Carvajal: Between a rock and a hard place

Carvajal
Carvajal

You would like to join in on the conversation a group is having about your situation in life. But the group makes it very plain the conversation is for members only and membership is off limits to the likes of you. Yet, the conversation is about you. It is critical that you find a way to take part in it.

This is the dilemma Filipinos face. A wealthy enclave controls the socio-economic conversation of the country. The rest of the population is not wealthy enough to be allowed any part in it. They must only bow to the group’s self-serving decisions.

The result is a situation of homelessness, joblessness, hunger, ill health and ignorance, in short, mass poverty for the rest of Filipinos.

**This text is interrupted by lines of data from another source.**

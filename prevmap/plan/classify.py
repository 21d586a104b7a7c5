"""Unit decisions: above, below or undecided, each with the probability that it is wrong."""

from __future__ import annotations

import itertools
import math
from collections.abc import Iterable, Mapping, Sequence
from dataclasses import dataclass
from numbers import Real
from types import MappingProxyType
from typing import TYPE_CHECKING, Any

import numpy as np
import pandas as pd
from numpy.typing import NDArray

from prevmap.errors import InputError

if TYPE_CHECKING:
    from prevmap.model.units import UnitEstimates

UNDECIDED = "undecided"
ABOVE = "above"
BELOW = "below"

_MOST_MISSING = 0.2  # share of a unit without a prediction, above which it is not decided
_MOST_DRAWS = 64_000
_MORE_DRAWS = 4
_NEAR_ERRORS = 2.0

Array = NDArray[np.float64]


@dataclass(frozen=True, slots=True)
class UnitDecisions:
    """The decision for each implementation unit.

    Attributes
    ----------
    frame : DataFrame
        One row per unit: unit, code, parent, sites, basis, p_class_0 .. p_class_K (the probability of each
        class, in the order of ``classes``), decision, p_wrong (1 minus the probability of the chosen class;
        NaN where undecided), monte_carlo_error (of the probability that the decision rests on), reason.
    thresholds : tuple of float
        Increasing prevalence thresholds, shares in (0, 1).
    certainty : mapping
        ``above`` and ``below``: the probability needed for either statement.
    classes : tuple of str
        Labels of the classes from low to high, each with its inequality.
    units : UnitEstimates
        The estimates behind the decisions, with the number of draws that was needed in the end.
    """

    frame: pd.DataFrame
    thresholds: tuple[float, ...]
    certainty: Mapping[str, float]
    classes: tuple[str, ...]
    units: UnitEstimates

    @property
    def outcomes(self) -> tuple[str, ...]:
        """Every value that ``frame.decision`` can take, from high to low, undecided last."""
        if len(self.thresholds) == 1:
            return (ABOVE, BELOW, UNDECIDED)
        return (*reversed(self.classes), UNDECIDED)

    @property
    def counts(self) -> dict[str, int]:
        """Number of units by outcome, zeros included."""
        found = self.frame["decision"].value_counts()
        return {outcome: int(found.get(outcome, 0)) for outcome in self.outcomes}

    def _repr_html_(self) -> str:
        return self.frame.to_html(index=False, float_format=lambda value: f"{value:.3g}")

    @property
    def expected_wrong(self) -> float:
        """Expected number of wrong decisions: the sum of p_wrong over the decided units."""
        return float(self.frame["p_wrong"].sum(skipna=True))


def classify_units(
    units: UnitEstimates,
    thresholds: Sequence[float] | float,
    certainty: float | Mapping[str, float] = 0.90,
    *,
    decide_without_sites: bool = False,
) -> UnitDecisions:
    """Decide for each unit whether its prevalence is above or below the threshold, or leave it undecided.

    A unit is above (below) when the probability of its population-weighted prevalence being above (below)
    the threshold reaches the certainty asked for. With several thresholds the unit gets the class whose
    probability reaches the certainty: ``below`` for the lowest class, ``above`` for the highest, the larger
    of the two for a class in between. While the probability of a unit lies within two Monte-Carlo errors of
    its cut-off, more joint draws are made (four times as many each time, up to 64,000).

    Parameters
    ----------
    units : UnitEstimates
        Joint unit estimates, as returned by ``fit.units(grid)``.
    thresholds : sequence of float
        One or more increasing prevalence thresholds, shares between 0 and 1.
    certainty : float or mapping
        Probability in (0.5, 1] needed for a decision; or ``{"above": .., "below": ..}``.
    decide_without_sites : bool
        Also decide units that have no surveyed site of their own.

    Returns
    -------
    UnitDecisions

    Raises
    ------
    InputError
        If a threshold or a certainty is outside its range, or thresholds do not increase.

    Notes
    -----
    The classes are half-open: a class includes its lower edge. Since the posterior is continuous, the
    probability of lying exactly on an edge is zero, so P(above t) is also P(at or above t).
    """
    edges = checked_thresholds(thresholds)
    levels = checked_certainty(certainty)
    cutoffs = _class_cutoffs(len(edges) + 1, levels)
    barriers = _barriers(units.frame, decide_without_sites)
    predicted = units.frame["mean"].notna().to_numpy(dtype=bool)
    may_decide = predicted & np.array([barrier == "" for barrier in barriers])

    while True:
        probability, error = _class_probabilities(units, edges)
        near = np.any(np.abs(probability - cutoffs) < _NEAR_ERRORS * error, axis=1)
        if not (near & may_decide).any() or units.draws >= _MOST_DRAWS:
            break
        units = units.with_draws(min(units.draws * _MORE_DRAWS, _MOST_DRAWS))

    classes = class_labels(edges)
    names = (BELOW, ABOVE) if len(edges) == 1 else classes
    source = units.frame.reset_index(drop=True)
    rows: list[dict[str, Any]] = []
    for i in range(len(source)):
        p = probability[i]
        chosen = int(np.argmax(p >= cutoffs)) if may_decide[i] and (p >= cutoffs).any() else None
        # The likeliest class is the one that came closest to a decision.
        leading = chosen if chosen is not None else _likeliest(p)
        row: dict[str, Any] = {
            "unit": source["unit"].iloc[i],
            "code": source["code"].iloc[i] if "code" in source else None,
            "parent": source["parent"].iloc[i] if "parent" in source else None,
            "sites": int(source["sites"].iloc[i]),
            "basis": source["basis"].iloc[i],
        }
        row |= {f"p_class_{k}": float(p[k]) for k in range(len(classes))}
        row["decision"] = UNDECIDED if chosen is None else names[chosen]
        row["p_wrong"] = math.nan if chosen is None else float(max(0.0, 1.0 - p[chosen]))
        row["monte_carlo_error"] = math.nan if leading is None else float(error[i, leading])
        row["reason"] = _reason(
            p,
            cutoffs,
            names,
            chosen,
            barrier=barriers[i],
            on_edge=bool(near[i]),
            draws=units.draws,
        )
        rows.append(row)
    columns = ["unit", "code", "parent", "sites", "basis", *(f"p_class_{k}" for k in range(len(classes)))]
    columns += ["decision", "p_wrong", "monte_carlo_error", "reason"]
    frame = pd.DataFrame(rows, columns=columns)
    return UnitDecisions(frame, edges, MappingProxyType(levels), classes, units)


def _number(value: object) -> float | None:
    """Return the value as a float, None for anything that is not a real number (True and False are not)."""
    if isinstance(value, (bool, np.bool_)) or not isinstance(value, Real):
        return None
    return float(value)


def checked_thresholds(thresholds: Sequence[float] | float) -> tuple[float, ...]:
    """Return thresholds as a tuple of increasing shares in (0, 1).

    Raises
    ------
    InputError
        Naming the value that is not accepted.
    """
    given: list[object] = list(thresholds) if isinstance(thresholds, Iterable) else [thresholds]
    if not given:
        raise InputError("thresholds is empty: give at least one prevalence threshold, for example [0.10].")
    edges: list[float] = []
    for value in given:
        number = _number(value)
        if number is None or not 0.0 < number < 1.0:
            percent = number is not None and 1.0 <= number < 100.0
            hint = f" If {value} per cent is meant, write {number / 100:g}." if number and percent else ""
            raise InputError(
                f"thresholds: found {value!r}; a threshold is a share above 0 and below 1, "
                f"for example 0.10 for 10 %.{hint}"
            )
        edges.append(number)
    for lower, upper in itertools.pairwise(edges):
        if not lower < upper:
            raise InputError(f"thresholds: {lower:g} is followed by {upper:g}; thresholds must increase.")
    return tuple(edges)


def checked_certainty(certainty: float | Mapping[str, float]) -> dict[str, float]:
    """Return the certainty as ``{"above": .., "below": ..}`` with both values in (0.5, 1].

    Raises
    ------
    InputError
        Naming the key or value that is not accepted.
    """
    if isinstance(certainty, Mapping):
        unknown = sorted(str(key) for key in set(certainty) - {ABOVE, BELOW})
        missing = [key for key in (ABOVE, BELOW) if key not in certainty]
        if unknown or missing:
            found = ", ".join(str(key) for key in certainty) or "nothing"
            raise InputError(
                f"certainty: found the keys {found}; a table needs exactly the two keys above and below."
            )
        given: dict[str, object] = {key: certainty[key] for key in (ABOVE, BELOW)}
    else:
        given = {ABOVE: certainty, BELOW: certainty}
    levels: dict[str, float] = {}
    for key, value in given.items():
        number = _number(value)
        if number is None or not 0.5 < number <= 1.0:
            where = f"certainty.{key}" if isinstance(certainty, Mapping) else "certainty"
            raise InputError(
                f"{where}: found {value!r}; a certainty is a probability above 0.5 and at most 1, "
                "for example 0.90 for 90 %."
            )
        levels[key] = number
    return levels


def class_labels(thresholds: Sequence[float]) -> tuple[str, ...]:
    """Label the classes between increasing thresholds, each with its inequality.

    Examples
    --------
    >>> class_labels([0.1])
    ('< 10 %', '>= 10 %')
    >>> class_labels([0.005, 0.1])
    ('< 0.5 %', '>= 0.5 % and < 10 %', '>= 10 %')
    """
    edges = [f"{100.0 * value:.6g} %" for value in thresholds]
    middle = [f">= {lower} and < {upper}" for lower, upper in itertools.pairwise(edges)]
    return (f"< {edges[0]}", *middle, f">= {edges[-1]}")


def _class_cutoffs(classes: int, levels: Mapping[str, float]) -> Array:
    """Probability that each class (classes,) must reach to be decided."""
    cutoffs = np.full(classes, max(levels[ABOVE], levels[BELOW]))
    cutoffs[0] = levels[BELOW]
    cutoffs[-1] = levels[ABOVE]
    return cutoffs


def _barriers(frame: pd.DataFrame, decide_without_sites: bool) -> list[str]:
    """Why a unit may not be decided, whatever its probability; empty where it may."""
    sites = frame["sites"].to_numpy(dtype=int)
    own = (frame["basis"] == "own sites").to_numpy(dtype=bool)
    missing = frame.get("share_without_prediction", pd.Series(0.0, index=frame.index)).to_numpy(dtype=float)
    out = []
    for i, basis in enumerate(frame["basis"]):
        if not own[i] and not decide_without_sites:
            place = "no surveyed site" if sites[i] == 0 else "no site with a position"
            out.append(f"{place} in the unit (basis: {basis})")
        elif missing[i] > _MOST_MISSING:
            out.append(f"a covariate is missing on {100.0 * missing[i]:.0f} % of the unit")
        else:
            out.append("")
    return out


def _class_probabilities(units: UnitEstimates, edges: Sequence[float]) -> tuple[Array, Array]:
    """Class probabilities and their Monte-Carlo errors, both (units, classes)."""
    names = units.frame["unit"].to_list()
    above = np.column_stack([units.exceedance(t).loc[names].to_numpy(dtype=float) for t in edges])
    noise = np.column_stack([units.exceedance_error(t).loc[names].to_numpy(dtype=float) for t in edges])
    ends = np.zeros((len(names), 1))
    reached = np.hstack([np.ones_like(ends), above, ends])
    reached[np.isnan(above).any(axis=1)] = np.nan
    # Two exceedances of one unit are positively correlated, so the sum of variances is an upper bound.
    variance = np.hstack([ends, noise**2, ends])
    return reached[:, :-1] - reached[:, 1:], np.sqrt(variance[:, :-1] + variance[:, 1:])


def _likeliest(p: Array) -> int | None:
    return None if np.isnan(p).any() else int(np.argmax(p))


def _reason(
    p: Array,
    cutoffs: Array,
    names: Sequence[str],
    chosen: int | None,
    *,
    barrier: str,
    on_edge: bool,
    draws: int,
) -> str:
    """One printable clause saying why the unit has its decision."""
    leading = _likeliest(p)
    if leading is None:
        return "no prediction for this unit"
    if chosen is not None:
        text = f"P({names[chosen]}) = {p[chosen]:.3f}, needed {cutoffs[chosen]:g}"
    elif barrier:
        return f"{barrier}; P({names[leading]}) = {p[leading]:.3f}"
    else:
        text = f"P({names[leading]}) = {p[leading]:.3f}, short of {cutoffs[leading]:g}"
    if on_edge:
        text += f"; within {_NEAR_ERRORS:g} Monte-Carlo errors of the cut-off after {draws:,} draws"
    return text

Popular discontent is treated with a massive dose of palliatives. The situation prevails as ordinary folks have yet to find a peaceful way of joining the conversation that determines the trajectory of their lives.

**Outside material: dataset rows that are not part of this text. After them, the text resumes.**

def test_maps_adapt_to_what_is_missing(results):
    bare = invented_results(lake=False, population=False, cell_m=6_000.0)
    legend = map_surface(bare.surface).get_legend()
    assert [t.get_text() for t in legend.get_texts()] == ["extrapolated"]
    assert "weighted by area, since no population was given" in texts(map_units(bare.units)).replace(
        "\n", " "
    )
    hull = SimpleNamespace(**{**vars(bare.region), "units": bare.region.units.iloc[:0], "has_units": False})
    surface = SimpleNamespace(
        **{
            **vars(bare.surface),
            "region": hull,
            "grid": None,
            "extrapolation_reason": bare.surface.extrapolation_reason,
        }
    )
    ax = map_surface(surface, "exceedance", 0.1)
    assert not ax.images
    assert len(figure_bytes(ax.figure)) > 1000
    survey = SimpleNamespace(
        frame=results.survey.frame, about=results.survey.about, noted=results.survey.noted
    )
    assert "ages 5-14" in texts(map_sites(survey))


def test_holes_stay_open():
    square = shapely.box(0, 0, 4, 4).difference(shapely.box(1, 1, 3, 3))
    path = polygon_path(shapely.MultiPolygon([square, shapely.box(6, 0, 7, 1)]))
    inside = path.contains_points([(0.5, 0.5), (6.5, 0.5)])
    assert inside.all()
    signed = 0.0
    for ring in path.to_polygons(closed_only=True):
        x, y = np.asarray(ring).T
        signed += 0.5 * float(np.sum(x[:-1] * y[1:] - x[1:] * y[:-1]))
    assert signed == pytest.approx(13.0, abs=ALGEBRA)  # 16 - 4 + 1: the hole runs the other way
    assert polygon_path(shapely.Polygon()) is None
    assert in_km(shapely.Point(1500, 500)).coords[0] == (1.5, 0.5)


@given(st.floats(1e-3, 1e5))
def test_a_scale_bar_is_round_and_fits(width):
    length = bar_length_km(width)
    assert length <= 0.3 * width * (1 + 1e-9)  # rounding of the printed length
    assert length > 0.3 * width / 2.5 * (1 - 1e-9)  # steps 1, 2, 5 are at most a factor 2.5 apart
    assert f"{length:e}"[0] in "125"


@given(st.floats(1e-6, 1.0))
def test_a_colour_scale_ends_just_above_the_largest_value(value):
    top = nice_ceiling(value)
    assert (
        value * (1 - 1e-8) <= top <= 4 / 3 * value * (1 + 1e-8) or top <= 1.34 * value
    )  # widest step is 3 to 4
    assert prevalence_norm(value, 1.0).vmax <= 1.0


@given(st.text(st.sampled_from("abc \u00a0%"), max_size=200), st.floats(1.0, 6.0))
def test_wrapping_keeps_every_letter(text, width):
    joined = "".join(wrapped(text, width, 8.0)).replace(" ", "")
    assert joined == text.replace(" ", "")
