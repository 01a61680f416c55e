"""The doorbell: tells workers that work has come, and may be lost without harm.

A ring carries nothing; whoever hears it looks into the store. It is sent after the commit, in
bounded time, and a broker that is away is not the submitter's trouble.
"""

from __future__ import annotations

import logging
from typing import Final

from celery import Celery

from service.settings import Settings

_log = logging.getLogger(__name__)

TASK: Final = "spanwright.doorbell"

#: A broker that does not answer may hold a ring up for so long.
_PATIENCE_S: Final = 2.0

#: Broker settings for both sides of the bell; Redis by redis-py.
TRANSPORT: Final = {
    "visibility_timeout": 3600,
    "socket_timeout": 5,
    "socket_connect_timeout": _PATIENCE_S,
    "socket_keepalive": True,
    "health_check_interval": 10,
    "max_retries": 0,
}


class Doorbell:
    """Rings the broker of the settings; silent where there is none."""

    def __init__(self, settings: Settings) -> None:
        self._app: Celery | None = None
        if settings.redis_url is not None:
            self._app = Celery("doorbell", broker=settings.redis_url)
            self._app.conf.update(
                task_ignore_result=True,
                task_publish_retry=False,
                broker_transport_options=dict(TRANSPORT),
            )

    def ring(self) -> None:
        """Ring once; failures are logged and swallowed."""
        if self._app is None:
            return
        try:
            self._app.send_task(TASK, retry=False)
        except Exception as error:  # noqa: BLE001  # whatever the broker does, the job is stored and the sweep finds it
            _log.warning(
                "the doorbell did not ring, workers will find the job by sweeping: %s", error
            )

    def close(self) -> None:
        """Give back the connection to the broker."""
        if self._app is not None:
            self._app.close()
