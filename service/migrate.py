"""Bring the database up to date and do nothing else, once, before processes that serve or work.

Run as ``python -m service.migrate``. Whatever else opens the database does it too; where many
processes start together, one that ends before them keeps them from waiting for each other.
"""

from __future__ import annotations

import sys
from contextlib import closing

from service import journal
from service.errors import SpanwrightError
from service.settings import settings_here
from service.store import schema
from service.store.session import open_store


def main() -> None:
    """Migrate; exit status 1 with the reason in words if that cannot be done."""
    try:
        settings = settings_here()
        journal.set_up(settings)
        with closing(open_store(settings)):
            sys.stdout.write(
                f"The database is at revision {schema.scripts().get_current_head()}.\n"
            )
    except SpanwrightError as error:
        raise SystemExit(f"The database was not brought up to date: {error}") from error


if __name__ == "__main__":
    main()
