"""The journal: what a process tells of itself, as lines for people or as JSON for machines.

Modules log through `logging` as ever. Entry points call `set_up` once; whoever takes up a job or
a request says so by `bound`, and every line told meanwhile carries it. Passwords of the settings
are blotted out of whatever is told.
"""

from __future__ import annotations

import json
import logging
import re
import sys
import traceback
from collections.abc import Iterator, Mapping
from contextlib import contextmanager
from contextvars import ContextVar
from datetime import UTC, datetime
from types import MappingProxyType
from typing import Any, Final, TextIO
from urllib.parse import unquote, urlsplit

from service.settings import Settings

_NOTHING: Final[Mapping[str, object]] = MappingProxyType({})
_bound: ContextVar[Mapping[str, object]] = ContextVar("journal", default=_NOTHING)

#: Attributes that every record has; others were given by ``extra`` and are told.
_OWN: Final = frozenset(vars(logging.makeLogRecord({}))) | {"message", "asctime", "taskName"}
_BLOT: Final = "***"
#: A password within an address, whoever's it is.
_IN_ADDRESS: Final = re.compile(r"(\w://[^\s/:@]*):[^\s/@]+@")
#: A shorter password is a part of many words, and is only looked for within addresses.
_SHORTEST_SECRET: Final = 6
#: What could move a terminal's cursor, or pass for another line.
_CONTROL: Final = re.compile(r"[\x00-\x08\x0b-\x1f\x7f-\x9f]")

#: Libraries that tell more than anybody asked for.
_QUIET: Final = ("alembic", "httpx", "httpcore")


@contextmanager
def bound(**what: object) -> Iterator[None]:
    """Have every line told within the context carry what is given, where it is not None.

    Threads begun meanwhile carry it only if they run in a copy of the context.
    """
    given = {name: value for name, value in what.items() if value is not None}
    token = _bound.set({**_bound.get(), **given})
    try:
        yield
    finally:
        _bound.reset(token)


def set_up(settings: Settings) -> None:
    """Have the whole process log in the form of the settings, on standard error."""
    told = handler(settings, sys.stderr)
    logging.basicConfig(handlers=[told], level=settings.least_level, force=True)
    for name in _QUIET:
        logging.getLogger(name).setLevel(logging.WARNING)
    # What a library warns of goes the same way.
    logging.captureWarnings(capture=True)


def handler(settings: Settings, stream: TextIO) -> logging.Handler:
    """What writes records to a stream in the form of the settings, without their passwords."""
    secrets = _passwords(settings.database_url, settings.redis_url)
    writer = logging.StreamHandler(stream)
    writer.setFormatter(_Json(secrets) if settings.log_format == "json" else _Plain(secrets))
    return writer


class _Blotting(logging.Formatter):
    """What both forms share: they tell nothing secret."""

    def __init__(self, secrets: tuple[str, ...]) -> None:
        super().__init__()
        self._secrets = secrets

    def blotted(self, text: str) -> str:
        for secret in self._secrets:
            text = text.replace(secret, _BLOT)
        return _IN_ADDRESS.sub(rf"\1:{_BLOT}@", text)


class _Json(_Blotting):
    """One JSON object a line."""

    def format(self, record: logging.LogRecord) -> str:
        told: dict[str, object] = {
            "time": _moment(record).isoformat(timespec="milliseconds"),
            "level": record.levelname.lower(),
            "logger": record.name,
            "event": record.getMessage(),
            "process": record.process,
        }
        told |= {name: value for name, value in _carried(record).items() if name not in told}
        if record.exc_info:
            told["exception"] = _trace(record)
        # Before they are written as JSON, in which a secret may look otherwise.
        plain = {name: self._plain(value) for name, value in told.items()}
        return json.dumps(plain, ensure_ascii=False)

    def _plain(self, value: object) -> object:
        return value if isinstance(value, int | float | None) else self.blotted(str(value))


class _Plain(_Blotting):
    """A line to read: time, level, event, and what it carries in brackets."""

    def format(self, record: logging.LogRecord) -> str:
        moment = _moment(record).astimezone().strftime("%Y-%m-%d %H:%M:%S")
        told = f"{moment} {record.levelname.lower()}: {record.getMessage()}"
        carried = " ".join(f"{name}={value}" for name, value in _carried(record).items())
        if carried:
            told += f" [{carried}]"
        if record.exc_info:
            told += f"\n{_trace(record)}"
        # Indented, so that nothing that was sent to us can pass for a line of ours.
        return _CONTROL.sub("?", self.blotted(told)).replace("\n", "\n    ")


def _carried(record: logging.LogRecord) -> Mapping[str, object]:
    given = {name: value for name, value in vars(record).items() if name not in _OWN}
    return {**_bound.get(), **given}


def _moment(record: logging.LogRecord) -> datetime:
    return datetime.fromtimestamp(record.created, UTC)


def _trace(record: logging.LogRecord) -> str:
    error: Any = record.exc_info
    return "".join(traceback.format_exception(*error)).rstrip()


def _passwords(*addresses: str | None) -> tuple[str, ...]:
    """Passwords within addresses, as written there and as they are meant."""
    found = {urlsplit(address).password for address in addresses if address}
    written = {each for each in found if each and len(each) >= _SHORTEST_SECRET}
    # The longest first, for one may hold another.
    return tuple(sorted(written | set(map(unquote, written)), key=len, reverse=True))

At this time in our nation’s life, the communist party is the only other group that is interested not so much in joining the conversation as in having complete control of it. But communists drive a hard bargain by using armed revolution to gain total control of the country’s narrative. In no less deceptive fashion that the ruling elite does it, they also make false assurances of freedom and equality when they very well know that if they win the revolution, the Philippines will merely go from extreme right authoritarianism to extreme left totalitarianism. Neither guarantees equality and freedom.

That wedges Filipinos between a rock and a hard place. They have to break out of there if they want both the freedom and equality to progress. They have to form a third force, one that aims for true democracy and uses avowedly non-violent means to attain it.

Four obstacles stand in the way of the formation of this group. One is red-tagging. To cow people into conformity, all opposition is tagged as communistic. Two, the communist party compounds the problem by infiltrating groups and forming front groups, thus giving government the excuse to pounce on all protest groups with impunity. Three, people are hard to arouse into action conditioned as they are to prefer the palliatives the enclave dispenses liberally. But perhaps the most difficult obstacle of all is the reluctance of leaders of peace-loving groups to make a united stand against an unjust system. Perhaps because leaders’ egos cannot part with their own pet nuances on the socio-cultural revolution that needs to happen, nobody seems to want to unite around just the common goal of popular participation in government through something as unsophisticated as a genuine people’s party.

This writer contends that until such a third force is formed and the voice of the majority is heard, Filipinos will either remain stuck between a rock and a hard place or fall from the frying pan to the fire. In either case, their situation can only get worse but never better.